Now thats what I call a Declaration. Look at those illuminated and calligraphied parchments.

"We, Benedict XVI, Pope and Bishop of Rome, and Christodoulos, Archbishop of Athens and of all Greece, in this sacred place of Rome, ... wish to live ever more intensely our mission to bear apostolic witness, to transmit the faith, ... and to announce the Good News of the birth of the Lord. ... It is also our joint responsibility to overcome, in love and truth, the multiple difficulties and painful experiences of the past."

"Our meeting in charity makes us more aware of our joint task: together to follow the arduous path of dialogue in truth in order to re-establish full communion of faith. ... Thus we obey a divine mandate ... and continue our commitment, ... following the example of the Apostles and demonstrating mutual love and a spirit of reconciliation."

"We recognize the important steps made in the dialogue of charity, and in the decisions of Vatican Council II concerning relations between us. Moreover, we hope that bilateral theological dialogue will take advantage of these positive elements in order to formulate propositions acceptable to both sides, in a spirit of reconciliation."

"Together we affirm the need to persevere on the road of constructive theological dialogue because, despite the difficulties, this is one of the essential ways we have to re-establish the longed-for unity, ... and to reinforce the credibility of the Christian message in a period of enormous social upheaval and of great spiritual searching by many of our contemporaries, who are disquieted by growing globalization which at times even threatens the lives of human beings and their relationship with God and the world."

"We solemnly renew our desire to announce the Gospel of Jesus Christ to the world, especially to new generations. ... This is very important in our societies where many schools of thought distance people from God and contribute nothing to the meaning of life."

"We believe that religions have a role to play to ensure the triumph of peace in the world, and that they must in no way be the focus for intolerance and violence. As Christian religious leaders, we exhort all religious leaders to maintain and reinforce inter-religious dialogue, and to work to create a society of peace and fraternity among individuals and peoples. This is one of the missions of religion."

The Pope and the Archbishop recognize the huge progress of science, but express concern at "experiments on human beings which do not respect the dignity or integrity of the person at all stages of existence, from conception to natural death." They also call for "more effective protection" of "the fundamental rights of human beings, founded on the dignity of man created in God's image."
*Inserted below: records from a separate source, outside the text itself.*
"""The standard gate set, as OpenQASM text parsed once at import.

``include "qelib1.inc";`` means this header, never a file on disk: circuits include it by
bare name and the file beside them (if any) differs between sources and versions.

Sources:

* ``QELIB1``: the gate definitions of the OpenQASM 2.0 standard header as published in
  A. W. Cross, L. S. Bishop, J. A. Smolin, J. M. Gambetta, "Open Quantum Assembly
  Language", arXiv:1707.03429, and in the openqasm repository's ``qelib1.inc`` (its
  copy is in ../shared/corpus/qasm/openqasm/examples/qelib1.inc). ``cu3`` keeps the
  original body, without the later ``u1((lambda+phi)/2) c`` term: that term changes the
  gate's meaning (a phase on the control), and programs written for this header expect
  the original.
* ``EXTENSIONS``: gates of later, widely used headers. u0 ... c3sqrtx are copied from
  the QASMBench ``qelib1.inc``; p, u, sx, sxdg, cp, csx and the 4-parameter cu are
  written in terms of the other gates as those later headers do. They exist only where
  a program does not define a gate of the same name itself (the parser sees to that).

``c4x``: the QASMBench body is not a 4-controlled X (its second controlled root acts on
the control ``d`` through ``h d``, with angle pi/4 instead of pi/2), so no program can
mean that body. The name and the header's own comment say "4-controlled X gate", so that
is what ``c4x`` means here, built the same way: with A = sqrt(X)^dagger as in c3sqrtx,
C4X = C3-A(a,b,c;e) . C3X(a,b,c;d) . C-A^dagger(d;e) . C3X(a,b,c;d) . C-A(d;e) (rightmost
first), checked against the 32x32 matrix in tests/unit/test_circuit_parser.py.
"""

from __future__ import annotations

from jobkeeper.circuit.gates import GateSpec, parse_gate_definition
from jobkeeper.circuit.lexer import Token, TokenStream, tokenize

QELIB1 = """
gate u3(theta,phi,lambda) q { U(theta,phi,lambda) q; }
gate u2(phi,lambda) q { U(pi/2,phi,lambda) q; }
gate u1(lambda) q { U(0,0,lambda) q; }
gate cx c,t { CX c,t; }
gate id a { U(0,0,0) a; }
gate x a { u3(pi,0,pi) a; }
gate y a { u3(pi,pi/2,pi/2) a; }
gate z a { u1(pi) a; }
gate h a { u2(0,pi) a; }
gate s a { u1(pi/2) a; }
gate sdg a { u1(-pi/2) a; }
gate t a { u1(pi/4) a; }
gate tdg a { u1(-pi/4) a; }
gate rx(theta) a { u3(theta,-pi/2,pi/2) a; }
gate ry(theta) a { u3(theta,0,0) a; }
gate rz(phi) a { u1(phi) a; }
gate cz a,b { h b; cx a,b; h b; }
gate cy a,b { sdg b; cx a,b; s b; }
gate ch a,b { h b; sdg b; cx a,b; h b; t b; cx a,b; t b; h b; s b; x b; s a; }
gate ccx a,b,c
{
  h c; cx b,c; tdg c; cx a,c; t c; cx b,c; tdg c;
  cx a,c; t b; t c; h c; cx a,b; t a; tdg b; cx a,b;
}
gate crz(lambda) a,b { u1(lambda/2) b; cx a,b; u1(-lambda/2) b; cx a,b; }
gate cu1(lambda) a,b { u1(lambda/2) a; cx a,b; u1(-lambda/2) b; cx a,b; u1(lambda/2) b; }
gate cu3(theta,phi,lambda) c,t
{
  u1((lambda-phi)/2) t; cx c,t; u3(-theta/2,0,-(phi+lambda)/2) t; cx c,t; u3(theta/2,phi,0) t;
}
"""

EXTENSIONS = """
gate u0(gamma) q { U(0,0,0) q; }
gate swap a,b { cx a,b; cx b,a; cx a,b; }
gate cswap a,b,c { cx c,b; ccx a,b,c; cx c,b; }
gate crx(lambda) a,b
{
  u1(pi/2) b; cx a,b; u3(-lambda/2,0,0) b; cx a,b; u3(lambda/2,-pi/2,0) b;
}
gate cry(lambda) a,b { u3(lambda/2,0,0) b; cx a,b; u3(-lambda/2,0,0) b; cx a,b; }
gate rxx(theta) a,b
{
  u3(pi/2,theta,0) a; h b; cx a,b; u1(-theta) b; cx a,b; h b; u2(-pi,pi-theta) a;
}
gate rzz(theta) a,b { cx a,b; u1(theta) b; cx a,b; }
gate rccx a,b,c
{
  u2(0,pi) c; u1(pi/4) c; cx b,c; u1(-pi/4) c; cx a,c; u1(pi/4) c; cx b,c; u1(-pi/4) c;
  u2(0,pi) c;
}
gate rc3x a,b,c,d
{
  u2(0,pi) d; u1(pi/4) d; cx c,d; u1(-pi/4) d; u2(0,pi) d; cx a,d; u1(pi/4) d; cx b,d;
  u1(-pi/4) d; cx a,d; u1(pi/4) d; cx b,d; u1(-pi/4) d; u2(0,pi) d; u1(pi/4) d; cx c,d;
  u1(-pi/4) d; u2(0,pi) d;
}
gate c3x a,b,c,d
{
  h d; cu1(-pi/4) a,d; h d; cx a,b; h d; cu1(pi/4) b,d; h d; cx a,b;
  h d; cu1(-pi/4) b,d; h d; cx b,c; h d; cu1(pi/4) c,d; h d; cx a,c;
  h d; cu1(-pi/4) c,d; h d; cx b,c; h d; cu1(pi/4) c,d; h d; cx a,c;
  h d; cu1(-pi/4) c,d; h d;
}
gate c3sqrtx a,b,c,d
{
  h d; cu1(-pi/8) a,d; h d; cx a,b; h d; cu1(pi/8) b,d; h d; cx a,b;
  h d; cu1(-pi/8) b,d; h d; cx b,c; h d; cu1(pi/8) c,d; h d; cx a,c;
  h d; cu1(-pi/8) c,d; h d; cx b,c; h d; cu1(pi/8) c,d; h d; cx a,c;
  h d; cu1(-pi/8) c,d; h d;
}
gate c4x a,b,c,d,e
{
  h e; cu1(-pi/2) d,e; h e; c3x a,b,c,d; h e; cu1(pi/2) d,e; h e; c3x a,b,c,d;
  c3sqrtx a,b,c,e;
}
gate p(lambda) q { u1(lambda) q; }
gate u(theta,phi,lambda) q { U(theta,phi,lambda) q; }
gate sx a { sdg a; h a; sdg a; }
gate sxdg a { s a; h a; s a; }
gate cp(lambda) a,b { cu1(lambda) a,b; }
gate csx c,t { h t; cu1(pi/2) c,t; h t; }
gate cu(theta,phi,lambda,gamma) c,t
{
  p(gamma) c; p((lambda+phi)/2) c; p((lambda-phi)/2) t; cx c,t;
  u(-theta/2,0,-(phi+lambda)/2) t; cx c,t; u(theta/2,phi,0) t;
}
"""


def _load(text: str, into: dict[str, GateSpec], *, extension: bool) -> None:
    stream = TokenStream(tokenize(text, "<qelib1.inc>"), "<qelib1.inc>")

    def lookup(tok: Token) -> GateSpec:
        if tok.text not in into:
            stream.fail(f"undefined gate '{tok.text}'", tok)
        return into[tok.text]

    while stream.peek().kind != "eof":
        keyword = stream.expect("gate")
        spec = parse_gate_definition(stream, keyword, lookup, standard=True, extension=extension)
        into[spec.name] = spec


def _build() -> dict[str, GateSpec]:
    gates: dict[str, GateSpec] = {}
    _load(QELIB1, gates, extension=False)
    _load(EXTENSIONS, gates, extension=True)
    return gates


#: Every standard gate by name: the original header's gates, then the extensions.
STANDARD_GATES: dict[str, GateSpec] = _build()
#: The gates of the original OpenQASM 2.0 header; a program may not redefine these
#: once it has included the header.
ORIGINAL_GATES = frozenset(name for name, spec in STANDARD_GATES.items() if not spec.extension)

Primitive = tuple[str, tuple[int, ...], tuple[float, ...]]


def expand_standard(name: str, params: tuple[float, ...] | list[float]) -> list[Primitive]:
    """A standard gate expanded by its published definition down to the builtins: a list
    of ``("U", (position,), (theta, phi, lambda))`` and ``("CX", (control, target), ())``,
    positions counting the gate's qubit arguments from 0. Parameters keep full precision.
    """
    spec = STANDARD_GATES[name]
    if len(params) != spec.num_params:
        raise ValueError(f"gate '{name}' takes {spec.num_params} parameter(s)")
    out: list[Primitive] = []
    _expand(spec, tuple(float(p) for p in params), tuple(range(spec.num_qubits)), out)
    return out


def _expand(
    spec: GateSpec, env: tuple[float, ...], qubits: tuple[int, ...], out: list[Primitive]
) -> None:
    # The header nests at most five levels (c4x > c3x > cu1 > u1 > U): recursion is safe.
    assert spec.body is not None
    for op in spec.body:
        mapped = tuple(qubits[i] for i in op.qubits)
        values = tuple(p.evaluate(env) for p in op.params)
        if op.name in ("U", "CX"):
            out.append((op.name, mapped, values))
        elif op.target is not None:
            _expand(op.target, values, mapped, out)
"We trust in a fruitful collaboration," they continue, "to ensure that our contemporaries may rediscover the Christian roots of the European continent." This, they write, "will help them to experience and promote fundamental human and spiritual values for the good of people and of society itself."

Benedict XVI and His Beatitude Christodoulos invite wealthy nations to show solidarity towards less-developed countries. "It is likewise important," they write, "not to exploit the creation, which is the work of God, abusively." In this context, they call for "a reasoned and respectful care of creation, in order to administer it correctly, while maintaining solidarity, especially with people suffering hunger, and leaving future generations an earth that can truly be inhabited by everyone."

At the end of their declaration, the Holy Father and the Archbishop of Athens and of all Greece call upon the Lord "to grant all mankind the gift of peace, in the charity and unity of the human family."